The trial is scheduled to continue until 2008. If, however, all goes according to plan and results after the first six-month period, in 2006, prove that the blood test is indeed an accurate predictor of a patient’s condition, Glycominds will be ready to start marketing the product.
The multiple sclerosis market is estimated to be worth around $4 billion, notes Dukler.
Glycominds is not limiting its efforts to multiple sclerosis. The company is also looking at developing biomarkers to enable more accurate diagnosis of inflammatory bowel disease, which affects about a million people in the US alone. Within this category are Crohn’s disease and ulcerative colitis, which have very similar symptoms, but require completely different treatment: The surgery that can be used to treat ulcerative colitis can pose risks for a sufferer of Crohn’s disease.
“We have found antibodies for Crohn’s disease,” says Dukler. “Currently none of the diagnostic methods is considered a ‘gold standard’. They are complex and long and expensive procedures.” Glycominds has developed a blood test, which took an existing biomarker and added two more that Glycominds discovered, which recognizes over 80 percent of those with Crohn’s disease. One of these biomarkers can recognize a subset of patients who have Crohn’s disease in the colon.

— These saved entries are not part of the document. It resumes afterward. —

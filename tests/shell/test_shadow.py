"""Shadow mode in replay: the advisor run on the replayed estimates through the pipeline's own
``Advisor``, its proposals and alarms in ``--estimates`` and in the summary.

On a synthetic batch made with the estimation model (these check the plumbing, not the
science), in controlled cooling from 1,200 s.
"""

from __future__ import annotations

import csv
import json
from collections import Counter
from dataclasses import replace

import numpy as np
import pytest

from sensor.pipeline import DcsInputs, UnitPipeline
from sensor.shell.cli import main
from sensor.shell.replay import ESTIMATE_COLUMNS
from sensor.shell.shadow import SHADOW_COLUMNS
from sensor.shell.sitesensor import pipeline_setup
from tests.conftest import DEMO_SITE
from tests.synthetic import cooling_batch, demo_site_and_zone, write_historian_csv

CONTROLLED_FROM_S = 1200.0


@pytest.fixture(scope="module")
def shadow_batch(tmp_path_factory):
    site, zone = demo_site_and_zone()
    setup = pipeline_setup(site, 0, zone)
    batch = cooling_batch(setup.sensor, np.random.default_rng(5), hours=1.0, seed_at_s=600.0)
    samples = [
        replace(s, phase="controlled-cooling") if s.time_s >= CONTROLLED_FROM_S else s
        for s in batch.samples
    ]
    path = tmp_path_factory.mktemp("shadow") / "batch.csv"
    write_historian_csv(path, samples, site.unit[0], batch_id="S1")
    return setup, samples, path


@pytest.fixture(scope="module")
def replayed(shadow_batch, tmp_path_factory):
    _setup, _samples, path = shadow_batch
    out = tmp_path_factory.mktemp("shadow-out") / "estimates.csv"
    return path, out


def _run(path, out, capsys, *extra):
    status = main(
        ["replay", str(path), "--config", str(DEMO_SITE), "--json", "--estimates", str(out),
         *extra]
    )  # fmt: skip
    assert status == 0
    (summary,) = json.loads(capsys.readouterr().out)
    with out.open(encoding="utf-8") as stream:
        rows = list(csv.DictReader(stream))
    return summary, rows


def test_the_estimates_carry_what_the_advisor_would_have_done(replayed, capsys):
    path, out = replayed
    summary, rows = _run(path, out, capsys)
    assert tuple(rows[0]) == ESTIMATE_COLUMNS
    assert ESTIMATE_COLUMNS[-len(SHADOW_COLUMNS) :] == SHADOW_COLUMNS
    before = [r for r in rows if float(r["time_s"]) < CONTROLLED_FROM_S]
    cooling = [r for r in rows if float(r["time_s"]) >= CONTROLLED_FROM_S]
    assert all(r["proposal_setpoint_c"] == "" and r["guard_mode"] == "standby" for r in before)
    assert all(r["proposal_setpoint_c"] != "" for r in cooling)
    written = [r for r in cooling if r["guard_write"] == "1"]
    assert len(written) > 0.9 * len(cooling)
    assert summary["advised_s"] == pytest.approx(len(written), abs=2)  # 1 s samples
    assert summary["proposals"] == pytest.approx(len(cooling) / 30.0, abs=1)
    # the summary counts the raised events of the CSV
    raised = Counter(
        e.split(":")[0] for r in rows for e in r["alarm_events"].split(";") if e.endswith(":raised")
    )
    assert summary["alarms_raised"] == dict(sorted(raised.items()))


def test_the_shadow_run_is_the_live_advisor_on_the_kernels_estimates(
    shadow_batch, replayed, capsys
):
    """The live pipeline on the same samples (the working setpoint unknown, permissive on, as
    shadow mode assumes) proposes nearly the same setpoints: the only difference is the
    forecast's starting covariance (variances and the T-c covariance only in replay)."""
    setup, samples, _path = shadow_batch
    path, out = replayed
    _summary, rows = _run(path, out, capsys)
    pipeline = UnitPipeline(setup)
    live = [pipeline.step(s, DcsInputs(permissive=True)) for s in samples]
    shadow = np.array([float(r["proposal_setpoint_c"] or "nan") for r in rows])
    live_c = np.array(
        [np.nan if r.proposal is None else r.proposal.setpoint_k - 273.15 for r in live]
    )
    np.testing.assert_array_equal(np.isnan(shadow), np.isnan(live_c))
    assert np.nanmax(np.abs(shadow - live_c)) < 0.05
    assert [r["guard_mode"] for r in rows] == [r.decision.mode.value for r in live]


def test_no_advisor_leaves_the_shadow_columns_blank(replayed, capsys):
    path, out = replayed
    summary, rows = _run(path, out, capsys, "--no-advisor")
    assert all(r[c] == "" for r in rows for c in SHADOW_COLUMNS)
    assert summary["alarms_raised"] is None
    assert summary["advised_s"] is None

“We have already validated the test for distinguishing between Crohn’s and ulcerative colitis, and we are going to launch a product in Europe at the beginning of 2005,” says Dukler, noting that it too will be a kit which doctors use to take blood samples which are then sent to a laboratory. The company is continuing to develop further tests for diagnosing Crohn?s disease in the colon and for distinguishing patients with irritable bowel syndrome from those with inflammatory bowel disease.
Glycominds is also looking further afield. “The GlyoChip platform has the ability to identify many other biomarkers,” says Dukler. “Inflammatory and autoimmune diseases [like multiple sclerosis] are the initial focus of the company, but it is not limited to that. Glycans play a critical role in many indications.”